Ariana, post-op question

[Guest guest]

Hi all,

Well, the past month has been a roller-coaster that has felt very fast and like

a year at the same time! I'm updating mostly on CaringBridge for those

interested (www.caringbridge.org/arianaj4jesus) because I don't have the energy

to update more than one place. However, I'm overdue posting an update there as

well.

In short, Ari had her decompression and cervical fusion in NY with Dr. B on

November 30. It was expected to take 8 hours and took 11. Once he got in there,

he found that her cerebellar tonsils were completely wrapped around the artery

of her brain stem! It took hours to free them, and then he was able to cut them

off completely! He told us he needed to change his underwear after that (any

wrong move could have killed or paralyzed her). He then had to do the fusion

twice because her skull was too thin to hold the screws in the first area, so he

had to start over and anchor it higher up. In the end, he was very happy with

the results.

This first two weeks post-op were a nightmare. She was basically unresponsive

for days, and finally when I insisted to the nursing staff and residents that

something was wrong they did an emergency CT and found that she had brain

swelling and hydrocephalus. After a couple of days of Manitol and Decadron,

there was little change, so she had to go back to OR to have a ventricular drain

put in (basically the same as a shunt but draining into an external bag instead

of internally). It still took a few more days for her to be more alert, and then

she was in extreme pain and irritable (understandable of course but hard on the

nerves of sleep-deprived parents).

Gradually she became more alert and started eating like a dinosaur. She had

never eaten so much in her life! The doctors said it was because of the

steroids, but the appetite has continued now almost 4 weeks post-op, and she has

gained 10 pounds! Dr. B said all along that her life-long feeding issues could

easily have been caused by both anterior and posterior compression!

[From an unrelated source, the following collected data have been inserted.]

import { useMutation, useQueryClient } from '@tanstack/react-query';
import type { Problem, TilesetDto } from '@shared/api';
import { ApiError, api } from '@/lib/api-client';
import { planKeys } from './keys';

/** Upload an MBTiles file as the project's base map (administrators). Multipart, so not through the JSON helper. */
export async function uploadTileset(projectId: number, file: File): Promise<TilesetDto> {
  const body = new FormData();
  body.append('file', file);
  let response: Response;
  try {
    response = await fetch(`/api/projects/${projectId}/tiles`, { method: 'POST', body, credentials: 'same-origin', headers: { Accept: 'application/json, application/problem+json' } });
  } catch {
    throw new ApiError({ type: 'about:blank', title: 'Cannot reach the Threadline server', status: 0, detail: 'Check the connection and try again.' });
  }
  if (!response.ok) {
    let problem: Problem = { type: 'about:blank', title: response.statusText || 'Upload failed', status: response.status };
    try {
      problem = { ...problem, ...((await response.json()) as Partial<Problem>) };
    } catch {
      // not JSON: keep the status line
    }
    throw new ApiError(problem);
  }
  return (await response.json()) as TilesetDto;
}

/** Remove the uploaded base map (a demo project falls back to its bundled tiles). */
export function deleteTileset(projectId: number): Promise<void> {
  return api.delete(`/api/projects/${projectId}/tiles`);
}

export function useUploadTileset(projectId: number) {
  const queryClient = useQueryClient();
  return useMutation({
    mutationFn: (file: File) => uploadTileset(projectId, file),
    onSuccess: (tileset) => queryClient.setQueryData(planKeys.tileset(projectId), tileset),
  });
}

export function useDeleteTileset(projectId: number) {
  const queryClient = useQueryClient();
  return useMutation({
    mutationFn: () => deleteTileset(projectId),
    onSettled: () => queryClient.invalidateQueries({ queryKey: planKeys.tileset(projectId) }),
  });
}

Even though Ari was more alert, she was still in extreme pain, and various pain

medications didn't help much, and she was only able to get out of bed to a chair

once a day. Then one evening there seemed to be a crisis after she was in the

chair and back in bed. She started screaming and couldn't move. Then blood

started coming from her brain, filling the drain bag! The residents refused to

do anything, and Dr. B was in the UK (which he had informed us of). We were able

to email him in the middle of the night, and he ordered another CT. By then,

everything looked fine on CT, and the bleeding had stopped. We're convinced she

had had a clot in there that wasn't showing up and passed because the next

morning there was a miraculous improvement (plus, the blood had to come from

somewhere). She was completely alert, talking, moving around, and even

laughing! They removed the drain, and two days later she was discharged! She

only required the help of a walker once before walking independently, even going

up and down stairs. It was a shocking turn-around. We stayed at RMH for two more

days and then flew home. We were in NY away from our other three kids for 3

weeks total.

Ari is now almost 4 weeks post-op (Wednesday). The most notable improvement is

that she hasn't had a single tic since surgery! These had become almost

non-stop and were a source of emotional and physical anguish for her. She's also

still eating tons and hasn't complained of much dizziness.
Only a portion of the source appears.